* Records supplied:
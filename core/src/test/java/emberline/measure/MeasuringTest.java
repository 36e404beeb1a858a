package emberline.measure;

import static org.junit.jupiter.api.Assertions.assertEquals;
import static org.junit.jupiter.api.Assertions.assertSame;
import static org.junit.jupiter.api.Assertions.assertThrows;
import static org.junit.jupiter.api.Assertions.assertTrue;

import emberline.catalogue.Feature;
import emberline.catalogue.FeatureWindow;
import emberline.catalogue.Kind;
import emberline.catalogue.Role;
import emberline.catalogue.TelluricRegion.Strength;
import emberline.catalogue.Window;
import emberline.measure.Measurement.Measured;
import emberline.measure.Measurement.NotMeasured;
import emberline.measure.Measurement.Why;
import emberline.prepare.NoiseModel;
import emberline.prepare.PreparedSpectrum;
import emberline.spectrum.ResolvingPower;
import emberline.spectrum.ResolvingPower.Basis;
import emberline.spectrum.Spectrum;
import java.util.List;
import java.util.Optional;
import java.util.OptionalDouble;
import org.junit.jupiter.api.Test;
import org.junit.jupiter.params.ParameterizedTest;
import org.junit.jupiter.params.provider.CsvSource;

/** Settings, and what can be measured at all. */
class MeasuringTest {

    private static final String H2O_J = "burgasser2006/h2o-j";

    @Test
    void settingsAreChecked() {
        Measuring defaults = Measuring.withDefaults();
        assertEquals(new Measuring(0.8, 3, Site.DRY), defaults);
        assertEquals(1, defaults.withMinCoverage(1).minCoverage());
        assertEquals(0, defaults.withLeastContinuumSignal(0).leastContinuumSignal());
        assertEquals(new Measuring(0.8, 3, Site.WET), defaults.withSite(Site.WET));
        for (double coverage : new double[] {0, 1.01, Double.NaN}) {
            IllegalArgumentException refused =
                    assertThrows(
                            IllegalArgumentException.class,
                            () -> defaults.withMinCoverage(coverage));
            assertEquals(
                    "coverage " + coverage + ": expected a share above 0 and up to 1",
                    refused.getMessage());
        }
        IllegalArgumentException signal =
                assertThrows(
                        IllegalArgumentException.class,
                        () -> defaults.withLeastContinuumSignal(-0.1));
        assertEquals("continuum signal -0.1: expected at least 0", signal.getMessage());
    }

    @ParameterizedTest
    @CsvSource({
        "SPACE, OPAQUE, false", "SPACE, WEAK, false", "DRY, OPAQUE, true", "DRY, STRONG, true",
        "DRY, WEAK, false", "WET, OPAQUE, true", "WET, STRONG, true", "WET, WEAK, false"
    })
    void theSiteSaysWhichRegionsSpoil(Site site, Strength strength, boolean spoiled) {
        assertEquals(spoiled, site.isSpoiledBy(strength));
        assertEquals(site.name(), site.word().toUpperCase(java.util.Locale.ROOT));
    }

    @Test
    void aMeasuredValueIsFiniteWithAnError() {
        assertEquals(0, new Measured(1, 0).oneSigma());
        double[][] wrong = {
            {Double.NaN, 1},
            {Double.POSITIVE_INFINITY, 1},
            {1, -0.1},
            {1, Double.NaN},
            {1, Double.POSITIVE_INFINITY}
        };
        for (double[] pair : wrong) {
            IllegalArgumentException refused =
                    assertThrows(
                            IllegalArgumentException.class, () -> new Measured(pair[0], pair[1]));
            assertTrue(refused.getMessage().contains("finite value"), refused.getMessage());
        }
        assertEquals("not covered", Why.NOT_COVERED.words());
        assertEquals("x", new NotMeasured(Why.TELLURIC, "x").fold(v -> "", NotMeasured::detail));
    }

    private static Optional<NotMeasured> refusal(
            String id, double low, double high, double resolvingPower, Basis basis) {
        PreparedSpectrum spectrum =
                TestSpectra.of(low, high, 1e-4, resolvingPower, 0.01, micron -> 1);
        return new Applicability(spectrum.spectrum(), new ResolvingPower(resolvingPower, basis))
                .refusal(feature(id));
    }

    private static Feature feature(String id) {
        return TestSpectra.CATALOGUE.feature(id).orElseThrow();
    }

    /** H2O-J takes 1.140 to 1.165 over 1.260 to 1.285 micron. */
    @Test
    void windowsBeyondTheSpectrumAreNotCovered() {
        NotMeasured short1 = refusal(H2O_J, 1.0, 1.25, 2000, Basis.GIVEN).orElseThrow();
        assertEquals(Why.NOT_COVERED, short1.why());
        assertEquals(
                "window 1.2600 to 1.2850 micron; the spectrum covers 1.0000 to 1.2500",
                short1.detail().replace("0.9999", "1.0000").replace("1.2501", "1.2500"));
        assertEquals(
                Why.NOT_COVERED, refusal(H2O_J, 1.17, 1.4, 2000, Basis.GIVEN).orElseThrow().why());
        assertTrue(refusal(H2O_J, 1.16, 1.27, 2000, Basis.GIVEN).isEmpty(), "reached in part");
    }

    /** H2O-J is printed for R 75 and more; four fifths of that are accepted. */
    @Test
    void fourFifthsOfThePrintedResolvingPowerAreEnough() {
        assertTrue(refusal(H2O_J, 1, 1.4, 60, Basis.GIVEN).isEmpty());
        NotMeasured coarse = refusal(H2O_J, 1, 1.4, 59.6, Basis.GIVEN).orElseThrow();
        assertEquals(Why.TOO_COARSE, coarse.why());
        assertEquals("resolving power 60; the definition needs 75 or more", coarse.detail());
        assertEquals(
                "resolving power 59 (estimated from the sampling); the definition needs 75 or more",
                refusal(H2O_J, 1, 1.4, 59, Basis.SAMPLING).orElseThrow().detail());
    }

    /** The widest resolution element that the documented rule allows a feature, as R. */
    private static double leastResolvingPower(Feature feature) {
        double least = 0;
        for (FeatureWindow part : feature.windows()) {
            boolean line = feature.kind() == Kind.EQUIVALENT_WIDTH && part.role() == Role.LINE;
            boolean smooth =
                    List.of("H2O", "CH4", "CO", "NH3", "H2", "CN", "CONTINUUM")
                            .contains(feature.species());
            double elements = line ? 1 : smooth ? 0.3 : 0.6;
            Window window = part.window();
            least = Math.max(least, elements * window.centreMicron() / window.widthMicron());
        }
        return least;
    }

    /**
     * Lines one element wide, smooth bands 0.3, bands with sharp heads 0.6: just so and not less.
     */
    @Test
    void everyWindowIsAsWideAsItsAbsorberNeeds() {
        Spectrum fine = TestSpectra.of(0.6, 2.5, 2e-5, 1000, 0.01, micron -> 1).spectrum();
        int checked = 0;
        for (Feature feature : TestSpectra.CATALOGUE.features()) {
            double least = leastResolvingPower(feature);
            if (feature.minResolvingPower().isPresent() || least < 1 || least > 8000) {
                continue;
            }
            Optional<NotMeasured> enough = refusalAt(fine, 1.001 * least, feature);
            if (enough.isPresent() && enough.get().why() == Why.NOT_COVERED) {
                continue;
            }
            assertTrue(enough.isEmpty(), feature.id() + ": " + enough);
            NotMeasured coarse = refusalAt(fine, 0.999 * least, feature).orElseThrow();
            assertEquals(Why.TOO_COARSE, coarse.why(), feature.id());
            assertTrue(coarse.detail().startsWith("window of 0."), coarse.detail());
            checked++;
        }
        assertTrue(checked > 10, checked + " features");
        // a resolution element is never finer than a pixel: 0.025 micron by pixels of 0.1
        Spectrum few = TestSpectra.of(1, 1.5, 0.1, 1000, 0.01, micron -> 1).spectrum();
        assertEquals(Why.TOO_COARSE, refusalAt(few, 1000, feature(H2O_J)).orElseThrow().why());
    }

    private static Optional<NotMeasured> refusalAt(
            Spectrum spectrum, double power, Feature feature) {
        return new Applicability(spectrum, new ResolvingPower(power, Basis.GIVEN)).refusal(feature);
    }

    /** A spectrum is smoothed where it is finer than the calibration by more than a tenth. */
    @Test
    void onlyFinerSpectraAreSmoothed() {
        Feature smoothed =
                TestSpectra.CATALOGUE.features().stream()
                        .filter(f -> f.smoothToResolvingPower().isPresent())
                        .findFirst()
                        .orElseThrow();
        double to = smoothed.smoothToResolvingPower().getAsDouble();
        Spectrum spectrum = TestSpectra.of(1, 1.1, 1e-3, to, 0.1, micron -> 1).spectrum();
        assertEquals(OptionalDouble.of(to), smoothing(spectrum, 1.11 * to, smoothed));
        assertEquals(OptionalDouble.empty(), smoothing(spectrum, 1.09 * to, smoothed));
        assertEquals(OptionalDouble.empty(), smoothing(spectrum, 1e6, feature("reid1995/tio5")));
    }

    private static OptionalDouble smoothing(Spectrum spectrum, double power, Feature feature) {
        return new Applicability(spectrum, new ResolvingPower(power, Basis.GIVEN))
                .smoothing(feature);
    }

    private static PreparedSpectrum wide() {
        return TestSpectra.of(0.9, 2.45, 1e-3, 750, 0.01, micron -> 1 + 0.2 * Math.sin(9 * micron));
    }

    /** Fluxes of any scale a number can hold give the same values: the scale is a power of two. */
    @ParameterizedTest
    @CsvSource({"300", "150", "-150", "-300", "-30"})
    void fluxesOfAnySizeGiveTheSameValues(int decimal) {
        PreparedSpectrum plain = wide();
        Measured expected = TestSpectra.measure(plain).measured(H2O_J).orElseThrow();
        Measured scaled =
                TestSpectra.measure(
                                TestSpectra.prepared(
                                        plain.spectrum().withFluxScaledBy(Math.pow(10, decimal)),
                                        750))
                        .measured(H2O_J)
                        .orElseThrow();
        assertEquals(expected.value(), scaled.value(), 1e-12);
        assertEquals(expected.oneSigma(), scaled.oneSigma(), 1e-12);
    }

    /** Spectra on one grid share what was prepared; another grid, mask or resolution does not. */
    @Test
    void gridsAreKnownAgain() {
        GridCache cache = new GridCache();
        Spectrum spectrum = wide().spectrum();
        ResolvingPower power = new ResolvingPower(750, Basis.GIVEN);
        Measurer.Plan first = plan();
        assertSame(first, cache.of(spectrum, power, () -> first));
        assertSame(first, cache.of(spectrum.withFluxScaledBy(3), power, MeasuringTest::plan));
        double[] holed = spectrum.fluxes();
        holed[7] = Double.NaN;
        Measurer.Plan second = plan();
        assertSame(
                second,
                cache.of(spectrum.withFluxes(holed, spectrum.fluxSigmas()), power, () -> second));
        Measurer.Plan third = plan();
        assertSame(third, cache.of(spectrum, new ResolvingPower(751, Basis.GIVEN), () -> third));
        double[] moved = spectrum.wavelengthsMicron();
        moved[0] -= 1e-9;
        Measurer.Plan fourth = plan();
        assertSame(fourth, cache.of(spectrum.withWavelengthsMicron(moved), power, () -> fourth));
    }

    private static Measurer.Plan plan() {
        return new Measurer.Plan(null, null, List.of());
    }

    /** What a composite lacks is named; so is what was asked for and not measured. */
    @Test
    void whatIsMissingIsNamed() {
        Measurements measured =
                TestSpectra.measure(TestSpectra.of(0.6, 0.7, 1e-4, 3000, 0.01, micron -> 1));
        Feature sum =
                TestSpectra.CATALOGUE.features().stream()
                        .filter(f -> f.id().equals("kirkpatrick1999/vo-a-sum"))
                        .findFirst()
                        .orElseThrow();
        NotMeasured why = (NotMeasured) measured.of(sum.id()).orElseThrow().result();
        IllegalArgumentException refused =
                assertThrows(
                        IllegalArgumentException.class,
                        () -> measured.covariance(sum.id(), sum.id()));
        assertTrue(
                refused.getMessage()
                        .startsWith("feature " + sum.id() + " was not measured: expected one of ["),
                refused.getMessage());
        assertTrue(why.why() == Why.NOT_COVERED || why.why() == Why.PART_MISSING, why.toString());
        Measurements lateOnly =
                TestSpectra.measure(TestSpectra.of(1.0, 1.3, 1e-3, 750, 0.01, micron -> 1));
        for (FeatureMeasurement one : lateOnly.all()) {
            if (!one.feature().parts().isEmpty()
                    && one.result() instanceof NotMeasured missing
                    && missing.why() == Why.PART_MISSING) {
                String part = one.feature().parts().get(0).feature();
                assertTrue(
                        missing.detail().matches("its part \\S+/\\S+ does not apply"),
                        part + ": " + missing.detail());
            }
        }
    }

    /** Half of the noise known exactly: one, two and three sigma intervals of a good continuum. */
    @Test
    void intervalsOfAGoodContinuumAreSymmetric() {
        Measurements measured = TestSpectra.measure(wide());
        Measured value = measured.measured(H2O_J).orElseThrow();
        Measurements.Interval68 interval = measured.interval68(H2O_J, 1).orElseThrow();
        assertEquals(value.value() - value.oneSigma(), interval.low(), 1e-12);
        assertEquals(value.value() + value.oneSigma(), interval.high(), 1e-12);
        double[][] matrix = measured.covariance(List.of(H2O_J, "burgasser2006/ch4-j"));
        assertEquals(value.oneSigma() * value.oneSigma(), matrix[0][0], 1e-15);
        assertEquals(matrix[0][1], matrix[1][0]);
        assertTrue(matrix[0][1] != 0, "both use the J band");
        assertEquals(NoiseModel.INDEPENDENT, wide().noise());
    }
}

* What to do: Collect from the data above every line that includes "resolution".

* The completed task:
    /** The widest resolution element that the documented rule allows a feature, as R. */
        // a resolution element is never finer than a pixel: 0.025 micron by pixels of 0.1
    /** Spectra on one grid share what was prepared; another grid, mask or resolution does not. */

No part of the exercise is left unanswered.